Critics--including many current BankAmerica executives who now might regret their statements about Clausen--have said that Clausen achieved his triumphs of the 1970s largely by short-changing the future.

Record Income Growth

During the last five years of Clausen’s reign, net income growth at BankAmerica averaged 18.7% a year, a record no other bank among the nation’s 10 largest came close to matching. But critics have accused Clausen of overstating those earnings through such accounting gimmicks as booking loan fees up front, instead of over the life of the loan.

Advertisement

Clausen also failed to invest enough on new technologies, such as automated teller machines, critics said. In 1981, the bank had only 78 teller machines in California, whereas today it has well over 1,000, more than any other bank in the country. And customer service is said to have declined sharply in the late 1970s.

Critics have also said Clausen was slow to recognize the consequences of banking deregulation and the need to develop new products and services to compete with such financial services giants as American Express and Merrill Lynch, that were making inroads into traditional banking markets.

Clausen also was responsible for the bank’s big push in the late 1970s into international lending, an area that now fills the bank’s portfolio of bad loans, critics said. And a similar rush into fixed-rate mortgage lending backfired when interest rates soared in the early 1980s.
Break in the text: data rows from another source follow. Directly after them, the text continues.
static inline void
rhs_eval (const RhsConst *k, const double *y, double *f)
{
  const AwShot *shot = k->shot;
  double vr[3] = { y[VX] - shot->wind[0], y[VY] - shot->wind[1], y[VZ] - shot->wind[2] };
  double V2 = vr[0] * vr[0] + vr[1] * vr[1] + vr[2] * vr[2];
  double V = sqrt (V2);

  f[PX] = y[VX];
  f[PY] = y[VY];
  f[PZ] = y[VZ];
  f[VX] = 0.0;
  f[VY] = 0.0;
  f[VZ] = -shot->gravity;
  f[WX] = f[WY] = f[WZ] = 0.0;

  if (V < 1e-9)
    return;

  /* drag */
  double cd;
  if (shot->aero.drag == AW_DRAG_CLIFT)
    cd = clift_fast (k->re_per_v * V) * shot->aero.drag_factor;
  else
    cd = aw_aero_drag_coefficient (&shot->aero, k->re_per_v * V);
  double a_d = k->drag_k * cd * V;
  f[VX] -= a_d * vr[0];
  f[VY] -= a_d * vr[1];
  f[VZ] -= a_d * vr[2];

  /* Magnus lift along ω × v_r */
  double c[3] = { y[WY] * vr[2] - y[WZ] * vr[1],
                  y[WZ] * vr[0] - y[WX] * vr[2],
                  y[WX] * vr[1] - y[WY] * vr[0] };
  double cn = sqrt (c[0] * c[0] + c[1] * c[1] + c[2] * c[2]);
  if (cn > 1e-12 * V2 && k->lift_factor > 0.0)
    {
      double s = k->r * cn / V2;
      double cl = aw_aero_lift_coefficient (&shot->aero, s) * k->lift_factor;
      double a_l = k->drag_k * V2 * cl / cn;
      f[VX] += a_l * c[0];
      f[VY] += a_l * c[1];
      f[VZ] += a_l * c[2];
    }

  /* spin decay: dω/dt = −(c_M·π·ρ·r²·V/(2κm))·ω */
  double rate = k->decay_k * V;
  f[WX] = -rate * y[WX];
  f[WY] = -rate * y[WY];
  f[WZ] = -rate * y[WZ];
}

void
aw_flight_rhs (const AwShot *shot, const double y[N], double dydt[N])
{
  RhsConst k;
  rhs_const_init (&k, shot);
  rhs_eval (&k, y, dydt);
}

/* ---- hop conversion ---- */

/* |â × v̂_r| at the muzzle, and the air-relative speed. */
static void
muzzle_geometry (const AwShot *shot, double *sin_angle, double *v_rel)
{
  double y[N], axis[3], vr[3];
  spin_axis (shot, axis);
  aw_shot_initial_state (shot, y);
  for (int i = 0; i < 3; i++)
    vr[i] = y[VX + i] - shot->wind[i];
  double V = sqrt (vr[0] * vr[0] + vr[1] * vr[1] + vr[2] * vr[2]);
  double c[3] = { axis[1] * vr[2] - axis[2] * vr[1],
                  axis[2] * vr[0] - axis[0] * vr[2],
                  axis[0] * vr[1] - axis[1] * vr[0] };
  double cn = sqrt (c[0] * c[0] + c[1] * c[1] + c[2] * c[2]);
  *v_rel = V;
  *sin_angle = V > 0.0 ? cn / V : 0.0;
}

double
aw_shot_lift_ratio_for_spin (const AwShot *shot, double spin_rad_s)
{
  double sa, V;
  if (aw_shot_validate (shot) != AW_SHOT_OK || !(spin_rad_s >= 0.0))
    return NAN;
  muzzle_geometry (shot, &sa, &V);
  if (V <= 0.0)
    return 0.0;
  double r = 0.5 * shot->diameter_m;
  double s = r * spin_rad_s * sa / V;
  double cl = aw_aero_lift_coefficient (&shot->aero, s) * shot->aero.lift_factor;
  double area = M_PI * r * r;
  return 0.5 * shot->air.density * area * V * V * cl / (shot->mass_kg * shot->gravity);
}

AwHopStatus
aw_shot_spin_for_lift_ratio (const AwShot *shot, double lift_ratio, double *spin_rad_s)
{
  double sa, V;
  if (aw_shot_validate (shot) != AW_SHOT_OK || !isfinite (lift_ratio) || lift_ratio < 0.0)
    return AW_HOP_BAD_INPUT;
  if (lift_ratio == 0.0)
    {
      *spin_rad_s = 0.0;
      return AW_HOP_OK;
    }
  if (shot->aero.lift == AW_LIFT_OFF || !(shot->aero.lift_factor > 0.0)
      || aw_aero_lift_coefficient_max (&shot->aero) <= 0.0)
    return AW_HOP_NO_LIFT;
  muzzle_geometry (shot, &sa, &V);
  if (!(V > 0.0) || !(sa > 1e-9))
    return AW_HOP_NO_LIFT;
  double r = 0.5 * shot->diameter_m;
  double area = M_PI * r * r;
  double cl = lift_ratio * shot->mass_kg * shot->gravity
              / (0.5 * shot->air.density * area * V * V * shot->aero.lift_factor);
  double s = aw_aero_spin_parameter_for_lift (&shot->aero, cl);
  if (s < 0.0)
    return AW_HOP_UNREACHABLE;
  double w = s * V / (r * sa);
  if (!isfinite (w) || w > 1e5)
    return AW_HOP_UNREACHABLE;
  *spin_rad_s = w;
  return AW_HOP_OK;
}

double
aw_shot_spin_parameter_for_spin (const AwShot *shot, double spin_rad_s)
{
  double sa, V;
  if (aw_shot_validate (shot) != AW_SHOT_OK || !(spin_rad_s >= 0.0) || !isfinite (spin_rad_s))
    return NAN;
  muzzle_geometry (shot, &sa, &V);
  if (!(V > 0.0))
    return NAN;
  return 0.5 * shot->diameter_m * spin_rad_s * sa / V;
}

double
aw_shot_spin_for_spin_parameter (const AwShot *shot, double s)
{
  double sa, V;
  if (aw_shot_validate (shot) != AW_SHOT_OK || !isfinite (s) || s < 0.0)
    return NAN;
  muzzle_geometry (shot, &sa, &V);
  if (!(V > 0.0) || !(sa > 1e-9))
    return NAN;
  return s * V / (0.5 * shot->diameter_m * sa);
}

/* ---- integrator ---- */

void
aw_flight_options_init (AwFlightOptions *opt)
{
  opt->rtol = 1e-6;
  opt->atol = 1e-6;
  opt->sample_step_m = 1.0;
  opt->max_distance_m = 0.0;
  opt->max_time_s = 30.0;
  opt->max_steps = 100000;
  opt->keep_samples = true;
}

/* Dormand–Prince 5(4) tableau (Hairer, Nørsett & Wanner, Table II.5.2). */
static const double A21 = 1.0 / 5;
static const double A31 = 3.0 / 40, A32 = 9.0 / 40;
static const double A41 = 44.0 / 45, A42 = -56.0 / 15, A43 = 32.0 / 9;
static const double A51 = 19372.0 / 6561, A52 = -25360.0 / 2187, A53 = 64448.0 / 6561,
                    A54 = -212.0 / 729;
static const double A61 = 9017.0 / 3168, A62 = -355.0 / 33, A63 = 46732.0 / 5247, A64 = 49.0 / 176,
                    A65 = -5103.0 / 18656;
static const double A71 = 35.0 / 384, A73 = 500.0 / 1113, A74 = 125.0 / 192, A75 = -2187.0 / 6784,
                    A76 = 11.0 / 84;
static const double E1 = 71.0 / 57600, E3 = -71.0 / 16695, E4 = 71.0 / 1920,
                    E5 = -17253.0 / 339200, E6 = 22.0 / 525, E7 = -1.0 / 40;
/* continuous extension of order 4 (DOPRI5, contd5) */
static const double D1 = -12715105075.0 / 11282082432.0, D3 = 87487479700.0 / 32700410799.0,
                    D4 = -10690763975.0 / 1880347072.0, D5 = 701980252875.0 / 199316789632.0,
                    D6 = -1453857185.0 / 822651844.0, D7 = 69997945.0 / 29380423.0;

typedef struct
{
  double t0, h;
  double r1[N], r2[N], r3[N], r4[N], r5[N];
} Dense;

static inline double
dense_comp (const Dense *d, int i, double theta)
{
  double t1 = 1.0 - theta;
  return d->r1[i] + theta * (d->r2[i] + t1 * (d->r3[i] + theta * (d->r4[i] + t1 * d->r5[i])));
}

static void
dense_state (const Dense *d, double theta, double *y)
{
  for (int i = 0; i < N; i++)
    y[i] = dense_comp (d, i, theta);
}

/* Root of dense_comp(i, θ) − target on [a, b] with a sign change; Illinois method. */
static double
dense_root (const Dense *d, int i, double target, double a, double b)
{
  double fa = dense_comp (d, i, a) - target;
  double fb = dense_comp (d, i, b) - target;
  int side = 0;

  if (fa == 0.0)
    return a;
  if (fb == 0.0)
    return b;
  for (int it = 0; it < 60; it++)
    {
      double c = (a * fb - b * fa) / (fb - fa);
      if (!(c > a && c < b))
        c = 0.5 * (a + b);
      double fc = dense_comp (d, i, c) - target;
      if (fc == 0.0 || (b - a) * d->h < 1e-13)
        return c;
      if ((fc > 0.0) == (fb > 0.0))
        {
          b = c;
          fb = fc;
          if (side == -1)
            fa *= 0.5;
          side = -1;
        }
      else
        {
          a = c;
          fa = fc;
          if (side == +1)
            fb *= 0.5;
          side = +1;
        }
      if ((b - a) * d->h < 1e-13)
        break;
    }
  return 0.5 * (a + b);
}

static void
fill_sample (const AwShot *shot, double t, const double *y, AwSample *s)
{
  s->t = t;
  s->x = y[PX];
  s->y = y[PY];
  s->z = y[PZ];
  s->vx = y[VX];
  s->vy = y[VY];
  s->vz = y[VZ];
  s->speed = sqrt (y[VX] * y[VX] + y[VY] * y[VY] + y[VZ] * y[VZ]);
  s->spin = sqrt (y[WX] * y[WX] + y[WY] * y[WY] + y[WZ] * y[WZ]);
  s->energy = 0.5 * shot->mass_kg * s->speed * s->speed;
}

static bool
push_sample (AwTrajectory *traj, const AwSample *s, bool keep)
{
  if (!keep)
    return true;
  if (traj->n_samples == traj->samples_alloc)
    {
      size_t n = traj->samples_alloc ? 2 * traj->samples_alloc : 128;
      AwSample *p = realloc (traj->samples, n * sizeof *p);
      if (!p)
        return false;
      traj->samples = p;
      traj->samples_alloc = n;
    }
  traj->samples[traj->n_samples++] = *s;
  return true;
}

static double
err_norm (const double *y0, const double *y1, const double *e, double h, double rtol, double atol)
{
  double sum = 0.0;
  for (int i = 0; i < N; i++)
    {
      double sk = atol + rtol * fmax (fabs (y0[i]), fabs (y1[i]));
      double q = h * e[i] / sk;
      sum += q * q;
    }
  return sqrt (sum / N);
}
Clausen also has been criticized as domineering and bureaucratic, failing to promote and reward promising managers and surrounding himself with “yes” men. He resisted hiring outsiders, seldom fired non-performers and his effort to decentralize management led to loose lending procedures and poor oversight. But while management was decentralized, major decisions were still made by Clausen, critics said.

‘Strong Point of View’

“Tom was a very autocratic person with a very strong point of view,” BankAmerica Vice Chairman James B. Wiesler said in a 1984 interview with The Times.

Critics add that Clausen’s five-year tenure as president of the World Bank, a post he took in 1981 after leaving BankAmerica, was lacking in notable achievements. Many observers blame the World Bank’s declining influence during the period on Clausen’s lack of charisma and reluctance to fight the Reagan Administration for more funds and a more active role in the world debt crisis.

Advertisement

But Clausen, who refused to comment Friday about his expected appointment at BankAmerica, has staunchly denied that he deserves being the patsy for BankAmerica’s current woes.

Clausen Defends Work

“I’d say my record is there. It’s very visible. I rest my case,” Clausen said in a January interview with The Times, breaking his then five-year refusal to comment on his BankAmerica tenure. “The managers of the bank now were managers when I was there,” Clausen continued in that interview. “They shared in those decisions.”

Indeed, critics acknowledge, Armacost and other top executives also made many of the bad international, real estate and agricultural loans that haunt the bank today.

Whoever deserves the blame, Clausen now may have a golden opportunity to turn the bank around--and salvage his reputation.

Also, the job will get Clausen active again. Since he left the World Bank “he hasn’t been doing anything. He’s a little lonely and a lot bored,” a former associate of Clausen’s at the World Bank said Friday.

“It’s a chance for him to gain back a little face,” a former BankAmerica executive said Friday.